第82章 第 82 章 (1/4)
第82章 第 82 章
慕連漪的心臟彷彿被冰水浸透, 此時雖然因爲奔跑而劇烈顫動着,卻仿若已經停止了跳動。
今天……
他不敢往那方面想,但時間卻嚴苛而精確, 彷彿現在已經給他們之間扣上沙子漸漸流走的沙漏。
不安充滿他整個身體, 驅使他極速地奔跑, 幾次差點被車撞到。
他感覺有沙子打在臉上, 也可能是像沙子般的雪。
腦子裏突然開始走馬燈。
人生第一次看到雪, 是在寅朝。
南國沒有雪, 一年四季都很溫暖, 但他的心從來沒有溫暖過。
剛出生的時候, 他被祭司放在神壇上, 用一個裝滿水的銅水碗佔測他的未來。在佔測時, 水碗中的水一直在抖動,將映在上面的太陽的倒影震成了許多細小的碎片, 於是給他取名連漪, 逼他當女孩,說是能壓一壓“魚困生漪”之兇。
他的人生就在那小小的水碗中被決定了。
於是, 對他身體和心靈的摧殘與漠視都因爲那水碗套上了合情合理的外衣, 那時的他,在周圍潛移默化的薰陶下也對祭司佔測的結果深信不疑, 認爲他應該被那樣對待,雖然有時會思考爲甚麼其他小孩能被父母抱在懷裏, 而他不能。
後來重新投胎到現代, 他猜測可能只是在占卜的那天附近剛好有地震,畢竟按南國的地形,地震是常事,只不過每次地震都被說成是天神發怒而已。
總之, 別人對他冷漠,他對自己也冷漠,別人讓他做甚麼,他便做甚麼,就算他很聽話,如果南國發生了甚麼災禍,也都能怪到他的頭上。
從小到大,他在處罰、監禁、冷遇、厭棄中度過,因而讓他去寅朝做奸細,他也沒有任何違抗的意識。
第一次看到雪時,他有些害怕。
這種白色的東西就這樣鋪天蓋地地落下來,對他來說是天氣的反常,是一種不祥。
然而窗外孩子的笑聲卻一直在他耳邊盤旋,寅朝的侍女告訴他,窗外的梅花開了,這些梅花是他們太子特地爲他種的。
太子,就是他要殺的人。
那時候他只有這樣的想法。
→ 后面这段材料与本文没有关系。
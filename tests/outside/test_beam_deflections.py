"""Deflections of beams, from the bending moments that the target stage gives.

The project does not compute deflections yet.  What it does give is M at any station, and each deflection below is an
integral of M (unit-load theorem, curvature M/EI), so a wrong M, sign or lever arm shows as a wrong deflection.

Sources
-------
Cantilevers: formulas common to every handbook of beams.  Overhang: seen in a published table of beam formulas.  Quarter
ellipse: computed independently.
Large deflection of a cantilever with a dead tip load (elastica): Mattiasson, Int. J. Numer. Meth. Eng. 17 (1981)
145-153, Table 1, for k = P L²/EI = 1, 2, 5, 10; k = 0.2 and 3 computed independently.
Shortening and swing of a deflected specimen, lever with its own weight: hand figures of statics.
"""

from __future__ import annotations

import numpy as np
import pytest
from factories import make_acceptance, make_brief, make_specimen, point_loads, shape_load, two_supports
from scipy.integrate import cumulative_trapezoid, simpson

from rigdesign.brief.model import Load, Specimen
from rigdesign.target import build_target
from rigdesign.target.internal import points_beyond, reactions

L, EI = 2.6, 4.1e3


def moments(specimen: Specimen, load: Load, x: np.ndarray) -> np.ndarray:
    """M at stations x (n,) [N·m]."""
    target = build_target(make_brief(specimen=specimen, loads=(load,), acceptance=make_acceptance(0.02, None)))
    return target.moment(x)


def tip_deflection(load: Load) -> float:
    """Deflection of a cantilever's tip [m] by a unit load there: ∫ M (L − x) dx / EI."""
    x = np.linspace(0, L, 20001)
    return float(simpson(moments(make_specimen(left=0.0, right=L), load, x) * (L - x), x=x)) / EI


def load_of(shape: str, greatest_load: float, part: float, **changes: object) -> Load:
    """A shape whose greatest running load is given; `part` is its total over that times the length."""
    return shape_load(shape, greatest_load * L * part, start_x=0.0, end_x=L, **changes)


@pytest.mark.parametrize(
    ("load", "deflection"),
    [
        (point_loads(L, 310.0), 310.0 * L**3 / (3 * EI)),
        (load_of("uniform", 200.0, 1.0), 200.0 * L**4 / (8 * EI)),
        (load_of("triangular", 200.0, 0.5), 200.0 * L**4 / (30 * EI)),
        (load_of("triangular", 200.0, 0.5, greatest="tip"), 11 * 200.0 * L**4 / (120 * EI)),
        (load_of("elliptical", 200.0, np.pi / 4), 0.0759525482 * 200.0 * L**4 / EI),
    ],
    ids=["tip load", "uniform", "greatest at root", "greatest at tip", "quarter ellipse"],
)
def test_tip_deflection_of_a_cantilever(load: Load, deflection: float) -> None:
    # Simpson's rule over 20 000 steps; the ellipse has a root at the tip
    assert tip_deflection(load) == pytest.approx(deflection, rel=1e-8)


def test_tip_slope_under_a_quarter_ellipse() -> None:
    x = np.linspace(0, L, 20001)
    moment = moments(make_specimen(left=0.0, right=L), load_of("elliptical", 200.0, np.pi / 4), x)
    assert simpson(moment, x=x) / EI == pytest.approx(np.pi / 32 * 200.0 * L**3 / EI, rel=1e-8)


def test_tip_deflection_of_an_overhang() -> None:
    """Overhang a beyond a span, P at its tip: P a² (span + a)/(3 EI), the moment of the unit load by the same code."""
    span, a, force = 1.9, 0.7, 310.0
    x = np.unique(np.concatenate([np.linspace(0, span, 4001), np.linspace(span, span + a, 4001)]))
    beam = two_supports(0.0, 0.0, span, span + a)
    moment, unit = (moments(beam, point_loads(span + a, value), x) for value in (force, 1.0))
    # piecewise quadratic, the kink at a station: the rule over both smooth parts is exact
    parts = [x <= span, x >= span]
    found = sum(float(simpson((moment * unit)[part], x=x[part])) for part in parts) / EI
    assert found == pytest.approx(force * a**2 * (span + a) / (3 * EI), rel=1e-9)


ELASTICA = {
    0.2: (0.066364482, 0.002646548),
    1.0: (0.301720774, 0.056433236),
    2.0: (0.493457480, 0.160641721),
    3.0: (0.603253441, 0.254420185),
    5.0: (0.713791524, 0.387628361),
    10.0: (0.810609025, 0.554995598),
}


@pytest.mark.parametrize("k", ELASTICA)
def test_elastica_with_moments_in_the_deformed_shape(k: float) -> None:
    """Curvature k M(x) along the bent cantilever of length 1, M of the dead load where its tip has come to."""
    s = np.linspace(0, 1, 8001)

    def shape(tip: float) -> tuple[np.ndarray, np.ndarray]:
        angle, x = s, s * tip
        for _ in range(400):
            bend = k * points_beyond(x, np.array([tip]), np.array([1.0]), "inboard")[1]
            new = cumulative_trapezoid(bend, s, initial=0.0)
            moved = np.max(np.abs(new - angle))
            angle = 0.5 * (angle + new)
            x = cumulative_trapezoid(np.cos(angle), s, initial=0.0)
            if moved < 1e-12:
                break
        return x, cumulative_trapezoid(np.sin(angle), s, initial=0.0)

    low, high = 0.05, 1.0
    for _ in range(45):
        tip = 0.5 * (low + high)
        low, high = (tip, high) if shape(tip)[0][-1] > tip else (low, tip)
    x, drop = shape(0.5 * (low + high))
    # trapezoids over 8000 steps
    assert drop[-1] == pytest.approx(ELASTICA[k][0], abs=2e-7)
    assert 1 - x[-1] == pytest.approx(ELASTICA[k][1], abs=2e-7)


def test_shortening_and_swing_of_a_specimen_bent_by_a_uniform_load() -> None:
    """Shortening 0.571 δ²/L; links of 0.15 L swing by 0.5, 2.2, 4.9, 8.8 degrees at δ/L of 5, 10, 15, 20 %."""
    x = np.linspace(0, L, 4001)
    moment = moments(make_specimen(left=0.0, right=L), load_of("uniform", 200.0, 1.0), x)
    slope = cumulative_trapezoid(moment, x, initial=0.0)
    deflection = cumulative_trapezoid(slope, x, initial=0.0)
    factor = 0.5 * simpson(slope**2, x=x) / deflection[-1] ** 2 * L
    assert factor == pytest.approx(0.571, abs=5e-4)
    swing = np.degrees(np.arcsin(factor * np.array([0.05, 0.10, 0.15, 0.20]) ** 2 / 0.15))
    np.testing.assert_allclose(swing, [0.5, 2.2, 4.9, 8.8], atol=0.06)


@pytest.mark.parametrize(("pull", "first", "second"), [(10_000.0, -3.75, -2.5), (1_000.0, -37.5, -25.0)])
def test_a_lever_with_its_own_weight_is_a_beam_on_two_supports(pull: float, first: float, second: float) -> None:
    """a = 600, b = 400 mm, w = 300 N, centred 100 mm from the pivot towards end 1: per cent of the light lever."""
    a, b, weight, towards = 0.6, 0.4, 300.0, 0.1
    beam = two_supports(-a, -a, b, b)
    light = -reactions(beam, pull, 0.0)[1]
    heavy = -reactions(beam, pull - weight, weight * towards)[1]
    np.testing.assert_allclose(light, [pull * b / (a + b), pull * a / (a + b)])
    np.testing.assert_allclose(100 * (heavy / light - 1), [first, second], atol=1e-9)
    # by formula: F1 = ((R − w) b − w g)/(a + b), F2 = ((R − w) a + w g)/(a + b)
    assert heavy[0] == pytest.approx(((pull - weight) * b - weight * towards) / (a + b))
    assert heavy[1] == pytest.approx(((pull - weight) * a + weight * towards) / (a + b))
他揣測那太子的動機,說不定那太子已經看穿了他的身份,門外那些一院子妖豔的花都有毒。
看向窗外,侍女們在清掃院中的石子路,石子路兩旁連成片的紅雲在風中抖落它們身上的雪。
不知道甚麼時候,他已經走到院子裏,望着那梅花發怔。
“姑娘,這梅花開得這樣好,要不要折兩枝插在屋子裏?”
這侍女月兒年紀輕,性子活潑,聽說是太子親自選的,慕連漪覺得,她要他折花,是太子想就此定他的罪。
然而他還沒言語,月兒已經把梅枝折下,塞到他手裏,還仰着腦袋,去探再折哪個花枝
梅枝上,鮮紅的花朵好像灼灼的火苗,他拿着覺得燙手,心虛地四下去看,卻見牆邊一人長身玉立,碰到他的眼神時,對他露出一個微笑。
那人清朗出塵,站在一片白梅之後,紅牆之旁,笑眼盈盈地看着他,仿若是從畫裏走出來的。
“太子殿下!”月兒扭過頭來行禮,驚掉了慕連漪手上的梅枝。
那人卻走過來,拾起地上的梅枝遞給他:“聽說南國沒有雪,也沒有梅,今日恰好初雪,梅也開了,好像在迎接你一樣!”
慕連漪狐疑地看向他手上那一抹紅,又去看他帶着光芒的雙眸:“不定我罪?”
“當然!這些花都是你的,你折多少都行!不用這麼拘謹,不管你做了甚麼事,我都會護着你的!”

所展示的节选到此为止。